Tuesday, July 22, 2014

The BRICS Bank as Inverse Institutional Bypass, or "Christmas comes early for Mariana Prado, but did she get what she really wanted?"

So, as you may be aware, the BRICS nations – Brazil, Russia, India, China and South Africa – will be establishing their own developmental Bank, which is being called the BRICS Bank.  The motivation behind the BRICS Bank is a dissatisfaction with the way the World Bank is organized and run.  There are three principal sources of dissatisfaction.  The first is the degree to which World Bank governance is dominated by that Bank’s largest shareholder (and contributor of capital), the United States.  Relatedly, they are also dissatisfied by the WB’s lending policy, which focuses on neo-liberal private market development rather than on infrastructural development.  And finally, there is also dissatisfied with the WB’s use of conditionalities – i.e., with its frequent demands that recipient countries undertake neo-liberal governance reforms as a condition for getting a developmental loan.

As many may be aware, our own Mariana Prado has spent the last couple of years developing an innovative developmental strategy that she calls “institutional bypass”.  The basic gist of this strategy is that instead of focusing on reforming existing but problematic governance institutions, law and development could focus on developing functionally parallel institutions and having them compete with the existing institution.  She believes that the superior economic and social efficiencies that law and development strategies will bring to these parallel institutions will give them a competitive advantage over their older, corrupt counterparts, and that competition will thereby cause the new and better designed institution to ultimately end up replacing the older corrupt institutions.

I think it easy to see that the BRICS Bank is exactly of this kind of thing:  a new institution brought about to compete with an older and, at least to some, dissatisfactory institution. 

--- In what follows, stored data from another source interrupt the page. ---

"""Small raw files for the tests of the intake, and the options to read them with."""

from __future__ import annotations

import bz2
import gzip
from dataclasses import dataclass
from pathlib import Path
from typing import Any

import pandas as pd
import pyarrow as pa
import pyarrow.parquet as pq
import pytest

from lineproof.problems import KnownProblem
from lineproof.store import Scratch
from lineproof.validation import validate_returns


@dataclass(frozen=True)
class Validated:
    """What validation writes, whole; see `frames` for the columns. `intake` holds the counts."""

    panel: pd.DataFrame
    market: pd.DataFrame
    set_aside: pd.DataFrame
    intake: dict[str, Any]


COLUMNS = {
    "security": "id",
    "date": "day",
    "return": "ret",
    "final_return": "final",
    "size": "cap",
    "price": "px",
}
HEADER = "id,day,ret,final,cap,px"
UNUSABLE = "The raw data cannot be used; nothing was written.\n"


def reading(label: str, columns: dict[str, str], **changes: Any) -> dict[str, Any]:
    """What a reader needs to know of a raw file, in its defaults."""
    return {
        "label": label,
        "columns": columns,
        "unit": "decimal",
        "missing": ["", "NA"],
        "dates": "%Y-%m-%d",
        "separator": None,
        **changes,
    }


def returns_reading(**changes: Any) -> dict[str, Any]:
    """Options for a file of returns with the columns of `HEADER`."""
    return reading("raw/returns.csv", changes.pop("columns", COLUMNS), **changes)


def months(first: str, n: int) -> list[str]:
    """`n` months from `first`, as `YYYY-MM`."""
    return pd.period_range(first, periods=n, freq="M").strftime("%Y-%m").tolist()


def monthly_file(name: str, values: dict[str, float | str]) -> str:
    """A series as CSV text, with the columns month and `name`."""
    return "\n".join([f"month,{name}", *(f"{m},{v}" for m, v in values.items())]) + "\n"


def write(path: Path, content: str | bytes) -> str:
    """Write a raw file, compressed as its ending says; the path as text."""
    data = content.encode() if isinstance(content, str) else content
    match path.suffix:
        case ".gz":
            data = gzip.compress(data, mtime=0)
        case ".bz2":
            data = bz2.compress(data)
        case ".zst":
            data = pa.compress(data, "zstd", asbytes=True)
    path.write_bytes(data)
    return str(path)


def write_parquet(path: Path, columns: dict[str, Any]) -> str:
    """Write columns as Parquet; the path as text."""
    pq.write_table(pa.table(columns), path)
    return str(path)


def lines(*rows: str, header: str = HEADER) -> str:
    """Rows under a header, as CSV text."""
    return "\n".join([header, *rows]) + "\n"


def validate(
    folder: Path,
    returns: str | bytes | Path,
    *,
    market: dict[str, float | str] | None = None,
    riskless: dict[str, float | str] | None = None,
    name: str = "returns.csv",
    same_month_rows: str = "set_aside",
    screens: list[dict[str, Any]] | None = None,
    missing_final_return: float | None = None,
    **changes: Any,
) -> Validated:
    """Validate returns (a text, or a file that is there) with a market and a riskless rate.

    Unless given, the market is 1 % and the riskless return 0.2 % in every month of 2000.
    """
    year = months("2000-01", 12)
    file = str(returns) if isinstance(returns, Path) else write(folder / name, returns)
    market = dict.fromkeys(year, 0.01) if market is None else market
    riskless = dict.fromkeys(year, 0.002) if riskless is None else riskless
    series = {"dates": "%Y-%m"}
    files = {
        "returns": [file],
        "market": [write(folder / "market.csv", monthly_file("mkt", market))],
        "riskless": [write(folder / "riskless.csv", monthly_file("rf", riskless))],
    }
    rules = {
        "screens": screens or [],
        "missing_final_return": missing_final_return,
        "final_return_by_reason": {},
        "same_month_rows": same_month_rows,
        "stale_run": None,
        "return_after_hole": "keep",
        "jump_and_reversal": "flag",
    }
    with Scratch(folder) as scratch:
        found = validate_returns(
            files,
            scratch,
            returns=returns_reading(**changes),
            market=reading("raw/market.csv", {"date": "month", "return": "mkt"}, **series),
            market_is="total",
            riskless=reading("raw/riskless.csv", {"date": "month", "rate": "rf"}, **series),
            riskless_quoted="period_return",
            rules=rules,
        )
        return Validated(
            panel=pd.concat([t["panel"] for t in found.tables()], ignore_index=True),
            market=found.market(),
            set_aside=pd.concat([t["set_aside"] for t in found.set_aside()], ignore_index=True),
            intake=found.counts(),
        )


def refused(*arguments: Any, **options: Any) -> str:
    """The message with which `validate` stops."""
    with pytest.raises(KnownProblem) as caught:
        validate(*arguments, **options)
    return str(caught.value)


def aside(found: Validated) -> list[tuple[int, int, str, str]]:
    """Line, fault, reason and raw text of every row set aside."""
    table = found.set_aside[["line", "fault", "reason", "raw"]]
    return list(table.itertuples(index=False, name=None))


def fault(found: Validated, number: int) -> dict[str, Any] | None:
    """The entry of a fault in the intake; None where it was not met."""
    return next((f for f in found.intake["faults"] if f["number"] == number), None)


def kept(found: Validated) -> list[tuple[str, str]]:
    """Security and month of every row kept."""
    panel = found.panel
    return list(zip(panel["security"], panel["date"].dt.strftime("%Y-%m"), strict=True))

But there’s a twist:  because the BRICS Bank, in rejecting the use of conditionalities, it is effectively rejecting rather than promoting the general law and development agenda.  It is what we might call an 'inverse' institutional bypass -- a bypass that is challenging rather than promoting 'law-and-development', at least in its neo-institutionalism guise, as a developmental strategy.  

 Somewhat ironically, as a law and development skeptic, the reason why I really like Mariana's idea of institution bypass is precisely because it does not presume the superiority of law and development legal reforms:  by allowing for competition, it implicitly allows for the possibility that the seeming problematic institution could in fact be more efficient and effective than those advocated by law and development.  I don’t know if in developing her model, Mariana ever really considered this ‘ironic’ possibility.  But if she hasn't, now she may have to.